# How much is a billion?



## Toyes Hill Angus (Dec 21, 2010)

How many zeros in a billion??? 
This is too true to be funny...

The next time you hear a politician use the 
word 'billion' in a casual manner, think about whether you want the 'politicians' spendingYOUR tax money.

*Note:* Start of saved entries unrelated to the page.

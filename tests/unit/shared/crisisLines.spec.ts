import { describe, expect, it } from 'vitest'
import { crisisLinesReviewedOn, crisisRegions, displayNumber, regionResources, type RegionCode } from '../../../shared/content/crisisLines'

// Every number below is copied from /work/shared/REFERENCE.md §5, with its status there: [C] confirmed in a
// published source, [M] from memory. The tables must list every number the data file holds, so an unreviewed
// number added there fails this test.

const regions: RegionCode[] = ['US', 'CA', 'UK', 'IE', 'AU', 'NZ', 'EU']

const emergency: { region: RegionCode; number: string; fromMemory: boolean }[] = [
  { region: 'US', number: '911', fromMemory: false }, // REFERENCE §5: US emergency 911, SAMHSA-derived pages [C]
  { region: 'CA', number: '911', fromMemory: true }, // from memory: REFERENCE §5 Canada emergency 911 [M]
  { region: 'UK', number: '999', fromMemory: false }, // REFERENCE §5: UK 999, Samaritans / NHS GP practice pages [C]
  { region: 'IE', number: '112', fromMemory: true }, // from memory: REFERENCE §5 Ireland 112 or 999 [M]
  { region: 'AU', number: '000', fromMemory: false }, // REFERENCE §5: Australia 000, Lifeline pages [C]
  { region: 'NZ', number: '111', fromMemory: false }, // REFERENCE §5: New Zealand 111, NZ pages [C]
  { region: 'EU', number: '112', fromMemory: false }, // REFERENCE §5: 112 in all member states, EC 112 notices [C]
]

const alsoEmergency: { region: RegionCode; number: string; fromMemory: boolean }[] = [
  { region: 'UK', number: '112', fromMemory: true }, // from memory: REFERENCE §5 "112 also works [M]"
  { region: 'IE', number: '999', fromMemory: true }, // from memory: REFERENCE §5 Ireland 112 or 999 [M]
]

interface Line { region: RegionCode; name: string; call?: string; shown?: string; text?: string; keyword?: string; youth?: true }

const lines: Line[] = [
  { region: 'US', name: '988 Suicide & Crisis Lifeline', call: '988', text: '988' }, // REFERENCE §5: 988 Lifeline, call or text, SAMHSA-derived pages, MHA [C]
  { region: 'US', name: 'Crisis Text Line', text: '741741' }, // REFERENCE §5: text 741741 [C]; the keyword varies [M], so none is prefilled
  { region: 'CA', name: '9-8-8 Suicide Crisis Helpline', call: '988', text: '988' }, // REFERENCE §5: 9-8-8 call or text, Govt of Canada/CNW release [C]
  { region: 'UK', name: 'Samaritans', call: '116123', shown: '116 123' }, // REFERENCE §5: Samaritans 116 123 [C]
  { region: 'UK', name: 'NHS 111, option 2 (England)', call: '111' }, // REFERENCE §5: NHS 111 option 2, NHS GP practice pages, TEWV NHS trust [C]
  { region: 'UK', name: 'Shout', text: '85258' }, // REFERENCE §5: Shout, text 85258 [C]; no keyword is prefilled
  { region: 'UK', name: 'Papyrus HOPELINE247', call: '08000684141', shown: '0800 068 4141', youth: true }, // REFERENCE §5: Papyrus HOPELINE 0800 068 4141, under 35 [C]
  { region: 'UK', name: 'Childline', call: '08001111', shown: '0800 1111', youth: true }, // REFERENCE §5: Childline 0800 1111, under 19 [C]
  { region: 'IE', name: 'Samaritans', call: '116123', shown: '116 123' }, // REFERENCE §5: Samaritans 116 123, Samaritans, Oireachtas [C]
  { region: 'IE', name: '50808 text line', text: '50808', keyword: 'TALK' }, // REFERENCE §5: text "TALK" to 50808, Irish Examiner, Today FM [C]
  { region: 'AU', name: 'Lifeline', call: '131114', shown: '13 11 14', text: '0477131114' }, // REFERENCE §5: Lifeline 13 11 14, text 0477 13 11 14, Lifeline H2H FAQ [C]
  { region: 'NZ', name: '1737, Need to Talk?', call: '1737', text: '1737' }, // REFERENCE §5: 1737 free call or text, NZ pages [C]
  { region: 'NZ', name: 'Lifeline Aotearoa', call: '0800543354', shown: '0800 543 354' }, // REFERENCE §5: Lifeline Aotearoa 0800 543 354, NZ pages [C]
]

describe('crisis lines', () => {
  it('covers exactly the regions US, CA, UK, IE, AU, NZ and EU', () => {
    expect(crisisRegions.map((r) => r.code).sort()).toEqual([...regions].sort())
    for (const code of regions) expect(regionResources(code).code).toBe(code)
  })

  it.each(emergency)('gives $region the emergency number $number', ({ region, number, fromMemory }) => {
    const e = regionResources(region).emergency
    expect(e.number).toBe(number)
    expect(e.fromMemory ?? false).toBe(fromMemory)
  })

  it('lists exactly the reviewed other emergency numbers, each marked from memory', () => {
    const actual = crisisRegions.flatMap((r) => (r.alsoEmergency ?? []).map((n) => ({ region: r.code, number: n.number, fromMemory: n.fromMemory ?? false })))
    expect(actual).toEqual(alsoEmergency)
  })

  it('lists exactly the reviewed crisis lines, in order', () => {
    expect(crisisRegions.flatMap((r) => r.contacts.map((c) => `${r.code} ${c.name}`))).toEqual(lines.map((l) => `${l.region} ${l.name}`))
  })

  it.each(lines)('gives $region $name the reviewed numbers', (line) => {
    const contact = regionResources(line.region).contacts.find((c) => c.name === line.name)
    expect(contact).toBeDefined()
    expect(contact!.call).toBe(line.call)
    expect(contact!.text?.to).toBe(line.text)
    expect(contact!.text?.body).toBe(line.keyword)
    expect(contact!.youth ?? false).toBe(line.youth ?? false)
    // Every crisis line number here is confirmed in REFERENCE §5; only some emergency numbers are from memory.
    expect(contact!.fromMemory ?? false).toBe(false)
    if (line.call && line.shown) expect(displayNumber(line.call)).toBe(line.shown)
  })

  it('flags the UK youth lines, and only those', () => {
    const youth = crisisRegions.flatMap((r) => r.contacts.filter((c) => c.youth).map((c) => `${r.code} ${c.name}`))
    expect(youth).toEqual(['UK Papyrus HOPELINE247', 'UK Childline'])
  })

  it('keeps every number as plain digits, so tel: and sms: links dial it as written', () => {
    const numbers = crisisRegions.flatMap((r) => [
      r.emergency.number,
      ...(r.alsoEmergency ?? []).map((n) => n.number),
      ...r.contacts.flatMap((c) => [c.call, c.text?.to].filter((n): n is string => n !== undefined)),
    ])
    for (const n of numbers) expect(n).toMatch(/^\d+$/)
  })

  it('names a source for every number', () => {
    for (const r of crisisRegions) {
      expect(r.emergency.source.length).toBeGreaterThan(0)
      for (const c of r.contacts) expect(c.source.length).toBeGreaterThan(0)
    }
  })

  it('records the review date as a real ISO calendar date', () => {
    expect(crisisLinesReviewedOn).toMatch(/^\d{4}-\d{2}-\d{2}$/)
    expect(new Date(`${crisisLinesReviewedOn}T00:00:00Z`).toISOString().slice(0, 10)).toBe(crisisLinesReviewedOn)
  })
})
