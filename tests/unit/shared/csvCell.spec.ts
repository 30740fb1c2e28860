import { parse } from 'csv-parse/sync'
import { describe, expect, it } from 'vitest'
import { csvCell, csvDocument, csvRow } from '../../../shared/csv/csvCell'

describe('csvCell', () => {
  it('leaves plain text and numbers as they are', () => {
    expect(csvCell('PHQ-9')).toBe('PHQ-9')
    expect(csvCell(12)).toBe('12')
    expect(csvCell(0)).toBe('0')
    expect(csvCell('')).toBe('')
  })

  it('writes null and undefined as an empty cell', () => {
    expect(csvCell(null)).toBe('')
    expect(csvCell(undefined)).toBe('')
  })

  it('puts an apostrophe before every cell that a spreadsheet could run as a formula', () => {
    // OWASP CSV Injection: = + - @ tab and carriage return at the start of a cell
    expect(csvCell('=1+1')).toBe("'=1+1")
    expect(csvCell('+1')).toBe("'+1")
    expect(csvCell('-2')).toBe("'-2")
    expect(csvCell(-2)).toBe("'-2")
    expect(csvCell('@x')).toBe("'@x")
    expect(csvCell('\tcmd')).toBe("'\tcmd")
    expect(csvCell('=cmd|\' /C calc\'!A0')).toBe("'=cmd|' /C calc'!A0")
  })

  it('quotes a formula that also holds quotes and commas, doubling the quotes', () => {
    expect(csvCell('=HYPERLINK("http://example.invalid/?x=1","click")')).toBe(`"'=HYPERLINK(""http://example.invalid/?x=1"",""click"")"`)
  })

  it('quotes a leading carriage return after escaping it', () => {
    expect(csvCell('\r=1')).toBe(`"'\r=1"`)
  })

  it('quotes commas, quotes and line breaks per RFC 4180', () => {
    expect(csvCell('a,b')).toBe('"a,b"')
    expect(csvCell('say "hi"')).toBe('"say ""hi"""')
    expect(csvCell('two\nlines')).toBe('"two\nlines"')
  })

  it('does not escape a dangerous character that is not at the start', () => {
    expect(csvCell('a=b')).toBe('a=b')
    expect(csvCell('2026-09-14')).toBe('2026-09-14')
  })
})

describe('csvDocument', () => {
  it('reads back through a CSV parser as the same cells, with the apostrophes kept', () => {
    const rows = [
      ['date', 'measure', 'note'],
      ['2026-09-14', 'PHQ-9', '=HYPERLINK("http://example.invalid","x")'],
      ['2026-09-15', 'GAD-7', 'line one\r\nline two, "quoted"'],
    ]
    const text = csvDocument(rows)
    expect(text.endsWith('\r\n')).toBe(true)
    const back = parse(text) as string[][]
    expect(back).toEqual([rows[0], ['2026-09-14', 'PHQ-9', `'=HYPERLINK("http://example.invalid","x")`], rows[2]])
  })

  it('joins cells with commas', () => {
    expect(csvRow(['a', 1, null, '+x'])).toBe("a,1,,'+x")
  })
})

A billion is a difficult number to comprehend, 
but one advertising agency did a good job of 
putting that figure into some perspective in 
one of it's releases.

A. 
A billion seconds ago it was 1959.

B 
A billion minutes ago Jesus was alive.

C 
A billion hours ago our ancestors were 
living in the Stone Age.

D 
A billion days ago no-one walked on the earth on two feet.

E. 
A billion dollars ago was only 
8 hours and 20 minutes, 
at the rate our government 
is spending it.

While this thought is still fresh in our brain... 
let's take a look at New Orleans .... 
It's amazing what you can learn with some simple division.

Louisiana Senator, 
Mary Landrieu (D) 
is presently asking Congress for 
250 BILLION DOLLARS 
to rebuild New Orleans .. Interesting number... 
what does it mean?

A 
Well... if you are one of the 484,674 residents of New Orleans 
(every man, woman, and child) 
you each get $516,528.

B 
Or... if you have one of the 188,251 homes in 
New Orleans , your home gets $1,329,787.

C. 
Or... if you are a family of four... 
your family gets $2,066,012.

Imagine, now $700 billion bailing out banks in the US . That's enough to fund complete medical care for every man, woman and child currently alive in the US for 11 years!! 
50 billion to bail out the auto industry??? 
Washington , D.C. 
& 
Ottawa ON. 
< HELLO!!! > 
Are all your calculators broken??

Accounts Receivable Tax 
Building Permit Tax 
CDL License Tax 
Cigarette Tax 
Corporate Income Tax 
Dog License Tax 
Federal Income Tax , Federal Unemployment Tax (FUTA) 
Fishing License Tax 
Food License Tax 
Fuel Permit Tax 
Gasoline Tax 
Hunting License Tax 
Inheritance Tax 
Inventory Tax 
IRS Interest Charges (tax on top of tax) 
IRS Penalties (tax on top of tax) 
Liquor Tax 
Luxury Tax 
Marriage License Tax 
Medicare Tax 
Property y Tax 
Real Estate Tax 
Service charge taxes 
Social Security Tax 
Road Usage Tax (Truckers) 
Sales Taxes 
Recreational Vehicle Tax 
School Tax 
State Income Tax 
State Unemployment Tax (SUTA) 
Telephone Federal Excise Tax 
Telephone Federal Universal Service Fee Tax upon Tax 
Telephone Federal, State and Local Surcharge Tax 
Telephone Minimum Usage Surcharge Tax 
Telephone Recurring and Non-recurring Charges Tax 
Telephone State and Local Tax 
Telephone Usage Charge Tax 
Utility Tax 
Vehicle License Registration Tax 
Vehicle Sales Tax 
Watercraft Registration Tax 
Well Permit Tax 
Workers Compensation Tax 
Income Tax 
Everything Tax

STILL THINK THIS IS FUNNY???

Not one of these taxes existed 100 years ago... 
and our nation was the most prosperous in the world.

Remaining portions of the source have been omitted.